Invesco Mortgage Capital said earnings are still strong but the company wants to improve its capital structure. The mortgage REIT had a debt-to-equity ratio of 4.7 as of Aug. 31, 2022. At a glance, this ratio looks significantly better than that of Annaly Capital Management, which reported a debt-to-equity ratio of 5.4 at the end of June.

Reason to buy

Annaly Capital Management and Invesco Mortgage Capital are both mortgage REITs, but their lenders don't perceive them in exactly the same light.
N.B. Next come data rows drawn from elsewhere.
"""The interactive API documentation renders in a real browser with no internet access.

Playwright drives Debian's chromium (no browser download), started per module by the
``browser`` fixture of tests/registry/conftest.py, which says why.
"""
from __future__ import annotations

from collections.abc import Iterator
from typing import Any
from urllib.parse import urlsplit

import pytest
from playwright.sync_api import Browser, Page

from tests.registry.browser_watch import watch


pytestmark = [pytest.mark.browser, pytest.mark.django_db(transaction=True)]



@pytest.fixture
def expected_complaints() -> list[str]:
    """Text a test expects in some complaints (each must turn up), in place of none at all."""
    return []


@pytest.fixture
def page(browser: Browser, expected_complaints: list[str]) -> Iterator[Page]:
    """A page that fails the test on a CSP violation, a script error or a console error."""
    complaints: list[str] = []
    context = browser.new_context()
    page = context.new_page()
    watch(page, complaints)
    yield page
    context.close()
    # Closed: every report the page sent has arrived.
    for text in expected_complaints:
        assert any(text in complaint for complaint in complaints), (text, complaints)
    assert [complaint for complaint in complaints
            if not any(text in complaint for text in expected_complaints)] == []


def _offline(page: Page, server: str) -> list[str]:
    """Refuse every request that leaves the test server; return the addresses attempted."""
    outside: list[str] = []
    local = urlsplit(server).netloc

    def route(route: Any) -> None:
        if urlsplit(route.request.url).netloc == local:
            route.continue_()
        else:
            outside.append(route.request.url)
            route.abort()

    page.route("**/*", route)
    return outside


def test_swagger_ui_lists_the_operations_without_any_outside_request(live_server: Any, page: Page) -> None:
    outside = _offline(page, live_server.url)
    failed: list[str] = []
    page.on("requestfailed", lambda request: failed.append(request.url))
    page.goto(f"{live_server.url}/api/v1/docs/")
    page.wait_for_selector(".opblock", timeout=15_000)
    assert page.locator(".opblock").count() >= 60
    assert page.get_by_text("/api/v1/evaluate/").count() >= 1
    assert outside == []
    assert failed == []


def test_redoc_renders_the_schema_offline(live_server: Any, page: Page, expected_complaints: list[str]) -> None:
    outside = _offline(page, live_server.url)
    page.goto(f"{live_server.url}/api/v1/docs/redoc/")
    page.locator("h2", has_text="Evaluate ad-hoc beam parameters").wait_for(timeout=15_000)
    # Redoc's own footer logo is the only outside address its bundle knows; the policy refuses
    # it before it is asked for, and says so. Nothing else may be refused.
    assert outside == []
    expected_complaints.append("https://cdn.redoc.ly/redoc/logo-mini.svg")
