"""The register's paginator: the same pages as an OFFSET over the joined rows, in one query each."""
from __future__ import annotations

import pytest
from django.core.paginator import Paginator
from django.db import connection
from django.test.utils import CaptureQueriesContext

from registry import selectors
from registry.models import Person
from registry.pagination import KeysFirstPaginator
from tests import factories

pytestmark = pytest.mark.django_db


@pytest.fixture
def register() -> None:
    rooms = [factories.LocationFactory.create(room=f"R{number}") for number in range(3)]
    owners = [factories.PersonFactory.create(role="researcher") for _ in range(3)]
    for number in range(23):
        laser = factories.LaserFactory.create(location=rooms[number % 3], owner=owners[number % 2],
                                              status="in_storage" if number % 3 == 0 else "active")
        emission = factories.EmissionFactory.create(laser=laser)
        if number % 4:
            # Equal figures on several lasers, and some lasers without any: ties and nulls to order.
            factories.HazardResultFactory.create(emission=emission, limits="icnirp2013", nohd_m=float(number % 5),
                                                 od_required=float(number % 3))


@pytest.mark.parametrize("ordering", ["asset_tag", "-asset_tag", "status", "location", "-owner", "nohd", "-nohd", "od"])
def test_each_page_holds_the_rows_of_an_offset_in_the_same_order(register: None, ordering: str) -> None:
    lasers = selectors.laser_register(ordering=ordering).order_by(*selectors.register_ordering(ordering))
    for number in (1, 2, 3):
        expected = [laser.pk for laser in Paginator(lasers, 10).page(number)]
        with CaptureQueriesContext(connection) as queries:
            page = KeysFirstPaginator(lasers, 10).page(number)
            shown = [laser.pk for laser in page]
        assert shown == expected
        # The count (once per paginator), then the page's lasers with their emissions and results.
        assert len(queries) == 4
        assert (page.start_index(), page.end_index()) == (Paginator(lasers, 10).page(number).start_index(),
                                                          Paginator(lasers, 10).page(number).end_index())


def test_a_distinct_queryset_filtered_over_many_rows_pages_like_an_offset(register: None) -> None:
    # Each owner of an active laser once, in the order of a related table's column.
    owners = Person.objects.filter(lasers__status="active").distinct().order_by("user__username")
    for number in (1, 2):
        assert list(KeysFirstPaginator(owners, 1).page(number)) == list(Paginator(owners, 1).page(number))


def test_an_order_with_ties_is_completed_by_the_key_so_that_each_row_is_on_one_page(register: None) -> None:
    lasers = selectors.laser_list().order_by("-status")
    pages = [[laser.pk for laser in KeysFirstPaginator(lasers, 10).page(number)] for number in (1, 2, 3)]
    assert [pk for page in pages for pk in page] == list(lasers.order_by("-status", "pk").values_list("pk", flat=True))
    # The model's own order (Laser.Meta: asset_tag) is kept when none is asked for.
    assert [laser.pk for laser in KeysFirstPaginator(selectors.laser_list(), 50).page(1)] == list(
        selectors.laser_list().order_by("asset_tag").values_list("pk", flat=True))


def test_a_list_is_sliced() -> None:
    assert list(KeysFirstPaginator(list(range(25)), 10).page(3)) == [20, 21, 22, 23, 24]
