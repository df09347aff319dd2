"""Logging: one line per request and per service action with the acting user, and a request id
on every line of a request that also goes back in the X-Request-ID header."""
from __future__ import annotations

import logging
import re
from unittest import mock

import pytest
from django.test import Client
from rest_framework.authtoken.models import Token
from rest_framework.test import APIClient

from registry import services
from registry.models import Laser, LaserStatus, Person

pytestmark = pytest.mark.django_db


@pytest.fixture
def lso() -> Person:
    return services.person_create(username="ada", role="lso")


@pytest.fixture
def researcher() -> Person:
    return services.person_create(username="rhea", role="researcher")


def _lines(caplog: pytest.LogCaptureFixture, logger: str) -> list[logging.LogRecord]:
    return [record for record in caplog.records if record.name == logger]


def test_a_page_request_is_one_line_with_its_user_and_the_id_sent_back(caplog: pytest.LogCaptureFixture,
                                                                       lso: Person) -> None:
    client = Client()
    client.force_login(lso.user)
    caplog.set_level(logging.INFO, logger="registry")
    response = client.get("/lasers/?status=active")
    assert response.status_code == 200
    request_id = response["X-Request-ID"]
    assert re.fullmatch(r"[0-9a-f]{32}", request_id)
    [line] = _lines(caplog, "registry.requests")
    assert re.fullmatch(r"GET /lasers/ 200 \d+ ms user=ada", line.getMessage())
    assert line.request_id == request_id  # type: ignore[attr-defined]


def test_an_api_request_names_the_token_s_user_and_an_anonymous_one_says_so(caplog: pytest.LogCaptureFixture,
                                                                           researcher: Person) -> None:
    token = Token.objects.create(user=researcher.user)
    caplog.set_level(logging.INFO, logger="registry")
    assert Client().get("/api/v1/lasers/", HTTP_AUTHORIZATION=f"Token {token.key}").status_code == 200
    assert Client().get("/api/v1/lasers/").status_code == 401
    assert Client().get("/healthz").status_code == 200
    messages = [line.getMessage() for line in _lines(caplog, "registry.requests")]
    assert [re.sub(r" \d+ ms", "", message) for message in messages] == [
        "GET /api/v1/lasers/ 200 user=rhea",
        "GET /api/v1/lasers/ 401 user=anonymous",
        # Nothing asked who it was, so nobody was looked up.
        "GET /healthz 200 user=-",
    ]


@pytest.mark.parametrize(("incoming", "kept"), [
    ("3f2a9c1e-77b0-4d2e-9f10-5b6c7d8e9f00", True),
    ("edge.proxy_0001", True),
    ("a" * 64, True),
    ("a" * 65, False),
    ("short", False),
    ("id with spaces", False),
    ("id<script>alert(1)</script>", False),
    ("", False),
])
def test_a_sane_incoming_request_id_is_kept_anything_else_replaced(incoming: str, kept: bool) -> None:
    response = Client().get("/healthz", HTTP_X_REQUEST_ID=incoming)
    if kept:
        assert response["X-Request-ID"] == incoming
    else:
        assert re.fullmatch(r"[0-9a-f]{32}", response["X-Request-ID"])


def test_an_exception_is_logged_with_the_request_id_sent_back(caplog: pytest.LogCaptureFixture) -> None:
    client = Client(raise_request_exception=False)
    with mock.patch("registry.views.health.MigrationExecutor", side_effect=RuntimeError("disk on fire")):
        response = client.get("/healthz", HTTP_X_REQUEST_ID="trace-0001-abcd")
    assert response.status_code == 500
    assert response["X-Request-ID"] == "trace-0001-abcd"
    [error] = [record for record in caplog.records if record.name == "django.request"]
    assert error.levelno == logging.ERROR
    assert error.request_id == "trace-0001-abcd"  # type: ignore[attr-defined]
    assert error.exc_info is not None and str(error.exc_info[1]) == "disk on fire"
    [line] = _lines(caplog, "registry.requests")
    assert line.getMessage().startswith("GET /healthz 500 ")
    assert line.request_id == "trace-0001-abcd"  # type: ignore[attr-defined]


def test_a_service_action_is_one_line_with_the_actor_and_record_even_when_it_calls_others(
        caplog: pytest.LogCaptureFixture, lso: Person, researcher: Person) -> None:
    client = APIClient()
    client.force_authenticate(user=researcher.user)
    caplog.set_level(logging.INFO, logger="registry")
    created = client.post("/api/v1/lasers/", {
        "asset_tag": "LOG-1", "laser_type": "diode", "labelled_class": "2", "emissions": []}, format="json")
    assert created.status_code == 201, created.content
    laser = Laser.objects.get(asset_tag="LOG-1")
    assert laser.status == LaserStatus.PENDING_REVIEW
    [action] = _lines(caplog, "registry.services")
    assert re.fullmatch(rf"laser_register by rhea on laser {laser.pk}: done in \d+ ms", action.getMessage())
    [request] = _lines(caplog, "registry.requests")
    assert action.request_id == request.request_id == created["X-Request-ID"]  # type: ignore[attr-defined]

    caplog.clear()
    emission = services.emission_create(laser=laser, by=researcher, wavelength_m="650 nm", temporal_mode="cw",
                                        average_power_W="1 mW", beam_diameter_m="1 mm", divergence_rad="1 mrad")
    # emission_create refreshes the hazard results through another service: still one line.
    [action] = _lines(caplog, "registry.services")
    assert re.fullmatch(rf"emission_create by rhea on emission {emission.pk}: done in \d+ ms", action.getMessage())
    assert emission.hazard_results.count() == 2  # one per limit set


def test_a_refused_service_action_says_so(caplog: pytest.LogCaptureFixture, researcher: Person) -> None:
    laser = services.laser_register(by=researcher, asset_tag="LOG-2", laser_type="diode", labelled_class="2")
    caplog.set_level(logging.INFO, logger="registry")
    caplog.clear()
    with pytest.raises(Exception):  # noqa: B017 - the refusal's class is what the line names
        services.laser_approve(laser=laser, by=researcher)
    [action] = _lines(caplog, "registry.services")
    assert re.fullmatch(rf"laser_approve by rhea on laser {laser.pk}: refused \(PermissionDenied\) in \d+ ms",
                        action.getMessage())
    laser.refresh_from_db()
    assert laser.status == LaserStatus.PENDING_REVIEW
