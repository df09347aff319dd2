"""Physical inputs over the API: numbers in the documented SI unit or strings with units.

Table-driven (STYLE 10, after DRF's FieldValues): each row is a field, what was sent and
either the SI value stored and the text given back, or the words the 400 must contain.
Unit conversions are the SI prefix definitions (BIPM SI Brochure, 9th ed., Table 7) and
1 ft = 0.3048 m (international yard and pound agreement, 1959).
"""
from __future__ import annotations

import math
from typing import Any

from django.test import TestCase
from rest_framework.test import APIClient

from registry import services
from registry.models import Emission, Location

# A valid continuous-wave emission; each row overrides some fields.
BASE = {"wavelength": "532 nm", "temporal_mode": "cw", "average_power": "5 mW", "beam_diameter": "2 mm",
        "divergence": "1.2 mrad"}

ACCEPTED: list[tuple[str, dict[str, Any], str, float, str]] = [
    # (field, sent, model attribute, SI value, text answered)
    ("wavelength", {"wavelength": "532 nm"}, "wavelength_m", 532e-9, "532 nm"),
    ("wavelength", {"wavelength": 5.32e-7}, "wavelength_m", 532e-9, "532 nm"),
    ("wavelength", {"wavelength": "1.064 um"}, "wavelength_m", 1.064e-6, "1.064 µm"),
    ("wavelength", {"wavelength": "1.064 µm"}, "wavelength_m", 1.064e-6, "1.064 µm"),
    ("wavelength", {"wavelength": "10.6um"}, "wavelength_m", 10.6e-6, "10.6 µm"),
    ("average_power", {"average_power": "5 mW"}, "average_power_W", 5e-3, "5 mW"),
    ("average_power", {"average_power": 2}, "average_power_W", 2.0, "2 W"),
    ("average_power", {"average_power": "0.5 kW"}, "average_power_W", 500.0, "500 W"),
    ("beam_diameter", {"beam_diameter": "2 mm"}, "beam_diameter_m", 2e-3, "2 mm"),
    ("beam_diameter", {"beam_diameter": "0.25 in"}, "beam_diameter_m", 6.35e-3, "6.35 mm"),
    ("divergence", {"divergence": "1.2 mrad"}, "divergence_rad", 1.2e-3, "1.2 mrad"),
    ("divergence", {"divergence": 0}, "divergence_rad", 0.0, "0 rad"),
    ("pulse_duration", {"temporal_mode": "q_switched", "pulse_duration": "10 ns", "pulse_energy": "0.5 J",
                        "prf": "10 Hz", "average_power": "5 W"}, "pulse_duration_s", 10e-9, "10 ns"),
    ("pulse_energy", {"temporal_mode": "q_switched", "pulse_duration": "10 ns", "pulse_energy": "500 mJ",
                      "prf": "10 Hz", "average_power": "5 W"}, "pulse_energy_J", 0.5, "500 mJ"),
    ("prf", {"temporal_mode": "mode_locked", "pulse_duration": "100 fs", "pulse_energy": "7.5 nJ",
             "prf": "80 MHz", "average_power": "0.6 W"}, "prf_Hz", 80e6, "80 MHz"),
    ("source_size", {"source_size": "1.5 mrad"}, "source_size_rad", 1.5e-3, "1.5 mrad"),
]

REFUSED: list[tuple[str, dict[str, Any], str]] = [
    # (field named in the 400, sent, words the message contains)
    ("wavelength", {"wavelength": "5 mW"}, "is not a length"),
    ("wavelength", {"wavelength": "100 nm"}, "out of range"),
    ("wavelength", {"wavelength": "2 mm"}, "out of range"),
    ("wavelength", {"wavelength": "green"}, "cannot read"),
    ("wavelength", {"wavelength": True}, "expected a number"),
    ("wavelength", {"wavelength": [532]}, "expected a number"),
    ("average_power", {"average_power": "-5 mW"}, "out of range"),
    ("average_power", {"average_power": "5 blorts"}, "unknown unit"),
    ("average_power", {"average_power": "5 J"}, "is not a power"),
    # Text that breaks pint's own parser is still just an unknown unit.
    ("average_power", {"average_power": "5 mW)"}, "unknown unit"),
    ("average_power", {"average_power": "5 W/0"}, "unknown unit"),
    ("beam_diameter", {"beam_diameter": 0}, "allowed from 1 µm to 10 m"),
    # Impossible values the engine's one validation refuses at every way in (hazards.assessment.inputs):
    # beyond any laboratory beam (plausibility bounds of common practice, no source), or of the wrong kind.
    ("beam_diameter", {"beam_diameter": "1e-300 m"}, "out of range"),
    ("beam_diameter", {"beam_diameter": "5 lightyear"}, "out of range"),
    ("divergence", {"divergence": 1e308}, "out of range"),
    ("divergence", {"divergence": "5 percent"}, "is not an angle"),
    ("average_power", {"average_power": "1e308 W"}, "out of range"),
    ("average_power", {"average_power": 10**401}, "out of range"),
    ("beam_diameter", {"beam_diameter": "NaN mm"}, "cannot read"),
    ("divergence", {"divergence": "-1 mrad"}, "out of range"),
    ("divergence", {"divergence": "1 mm"}, "not a"),
    ("pulse_duration", {"temporal_mode": "repetitive", "pulse_duration": "10 nm", "prf": "1 kHz",
                        "average_power": "1 W"}, "is not a duration"),
    # A 2 us pulse cannot repeat every 1 us (1 MHz).
    ("pulse_duration", {"temporal_mode": "repetitive", "pulse_duration": "2 us", "prf": "1 MHz",
                        "average_power": "1 W"}, "not shorter than the pulse period"),
    # 0.5 J x 10 Hz = 5 W, not 50 W.
    ("average_power", {"temporal_mode": "q_switched", "pulse_duration": "10 ns", "pulse_energy": "0.5 J",
                       "prf": "10 Hz", "average_power": "50 W"}, "disagrees with pulse energy x prf"),
    ("prf", {"temporal_mode": "repetitive", "pulse_duration": "1 ns", "prf": "10 s", "average_power": "1 W"},
     "is not a frequency"),
]


class EmissionUnitTests(TestCase):
    @classmethod
    def setUpTestData(cls) -> None:
        cls.lso = services.person_create(username="ada", role="lso")
        room = services.location_create(code="u-1", site="U", building="U", room="1", by=cls.lso)
        cls.laser = services.laser_register(by=cls.lso, asset_tag="U-0001", laser_type="solid_state",
                                            labelled_class="4", owner=cls.lso, location=room)

    def setUp(self) -> None:
        self.client = APIClient()
        self.client.force_authenticate(user=self.lso.user)

    def _post(self, fields: dict[str, Any]) -> Any:
        return self.client.post("/api/v1/emissions/", {**BASE, **fields, "laser": self.laser.pk}, format="json")

    def test_values_with_or_without_units_are_stored_in_si_and_answered_with_text(self) -> None:
        for field, sent, attribute, si_value, text in ACCEPTED:
            with self.subTest(field=field, sent=sent):
                response = self._post(sent)
                self.assertEqual(response.status_code, 201, response.content)
                stored = getattr(Emission.objects.get(pk=response.json()["id"]), attribute)
                self.assertTrue(math.isclose(stored, si_value, rel_tol=1e-9), (stored, si_value))
                self.assertTrue(math.isclose(response.json()[field], si_value, rel_tol=1e-9))
                self.assertEqual(response.json()[f"{field}_text"], text)

    def test_bad_values_get_400_naming_the_field_and_nothing_is_saved(self) -> None:
        for field, sent, words in REFUSED:
            with self.subTest(field=field, sent=sent):
                response = self._post(sent)
                self.assertEqual(response.status_code, 400, response.content)
                body = response.json()
                self.assertEqual(list(body), [field], body)
                self.assertIn(words, " ".join(body[field]))
                self.assertEqual(Emission.objects.count(), 0)

    def test_an_update_is_checked_against_the_values_it_does_not_change(self) -> None:
        created = self._post({"temporal_mode": "repetitive", "pulse_duration": "1 us", "prf": "100 kHz",
                              "average_power": "1 W"}).json()
        url = f"/api/v1/emissions/{created['id']}/"
        etag = self.client.get(url)["ETag"]
        # 1 us pulses repeating at 2 MHz would overlap.
        response = self.client.patch(url, {"prf": "2 MHz"}, format="json", HTTP_IF_MATCH=etag)
        self.assertEqual(response.status_code, 400)
        self.assertIn("pulse_duration", response.json())
        self.assertEqual(Emission.objects.get(pk=created["id"]).prf_Hz, 1e5)


class OtherQuantityTests(TestCase):
    @classmethod
    def setUpTestData(cls) -> None:
        cls.lso = services.person_create(username="ada", role="lso")

    def setUp(self) -> None:
        self.client = APIClient()
        self.client.force_authenticate(user=self.lso.user)

    def test_a_room_dimension_in_feet_is_stored_in_metres(self) -> None:
        response = self.client.post("/api/v1/locations/", {"code": "u-2", "site": "U", "building": "U",
                                                           "room": "2", "longest_dimension": "20 ft"}, format="json")
        self.assertEqual(response.status_code, 201, response.content)
        self.assertAlmostEqual(Location.objects.get(code="u-2").longest_dimension_m, 6.096)
        self.assertEqual(response.json()["longest_dimension_text"], "6.096 m")

    def test_a_negative_room_dimension_is_refused_naming_the_field(self) -> None:
        response = self.client.post("/api/v1/locations/", {"code": "u-3", "site": "U", "building": "U",
                                                           "room": "3", "longest_dimension": "-2 m"}, format="json")
        self.assertEqual(response.status_code, 400)
        self.assertIn("longest_dimension", response.json())
        self.assertFalse(Location.objects.filter(code="u-3").exists())

    def test_an_eyewear_band_in_the_wrong_dimension_is_refused_naming_the_nested_field(self) -> None:
        room = services.location_create(code="u-4", site="U", building="U", room="4", by=self.lso)
        response = self.client.post("/api/v1/eyewear/", {
            "inventory_tag": "U-EW", "location": room.pk,
            "markings": [{"wavelength_min": "190 nm", "wavelength_max": "5 ns", "optical_density": 5}]},
            format="json")
        self.assertEqual(response.status_code, 400)
        self.assertIn("wavelength_max", response.json()["markings"]["0"])

    def test_list_filters_take_units_and_name_the_parameter_when_wrong(self) -> None:
        response = self.client.get("/api/v1/lasers/", {"nohd_gt": "5 W"})
        self.assertEqual(response.status_code, 400)
        self.assertIn("is not a length", response.json()["nohd_gt"][0])
        self.assertEqual(self.client.get("/api/v1/lasers/", {"wavelength_min": "400 nm"}).status_code, 200)
        nul = self.client.get("/api/v1/lasers/", {"search": "a\x00b"})
        self.assertEqual(nul.status_code, 400)
        self.assertIn("Null characters", nul.json()["non_field_errors"][0])
        percent = self.client.get("/api/v1/emissions/", {"wavelength_max": "5 %J"})
        self.assertEqual(percent.status_code, 400)
        self.assertIn("'5 %J'", percent.json()["wavelength_max"][0])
Mortgage REITs use the value of their MBS portfolios to secure relatively low-interest short-term loans. When lenders lose confidence in the value of an mREIT's portfolio they start demanding more cash as collateral. In the early days of COVID-19, Invesco had to severely slash its dividend and liquidate portions of its portfolio to satisfy lenders. Annaly didn't escape entirely unscathed, but it only lowered its payout by 12% per share and it hasn't budged since.

NLY Dividend Chart

NLY Dividend data by YCharts

The Fed is expected to raise rates again at least a couple more times this year then hopefully relax in 2023. If Annaly can weather the storm, investors who buy the stock on the dip could be rewarded over time. A higher-interest-rate environment should widen the spread between the mortgage-backed securities Annaly adds to its portfolio and its cost of capital. 

Before buying this stock, you need to realize that it could fall hard if the Fed keeps turning the screws in 2023. If that's a risk that you're willing to take, making this stock a small part of a well-diversified portfolio probably isn't a bad idea.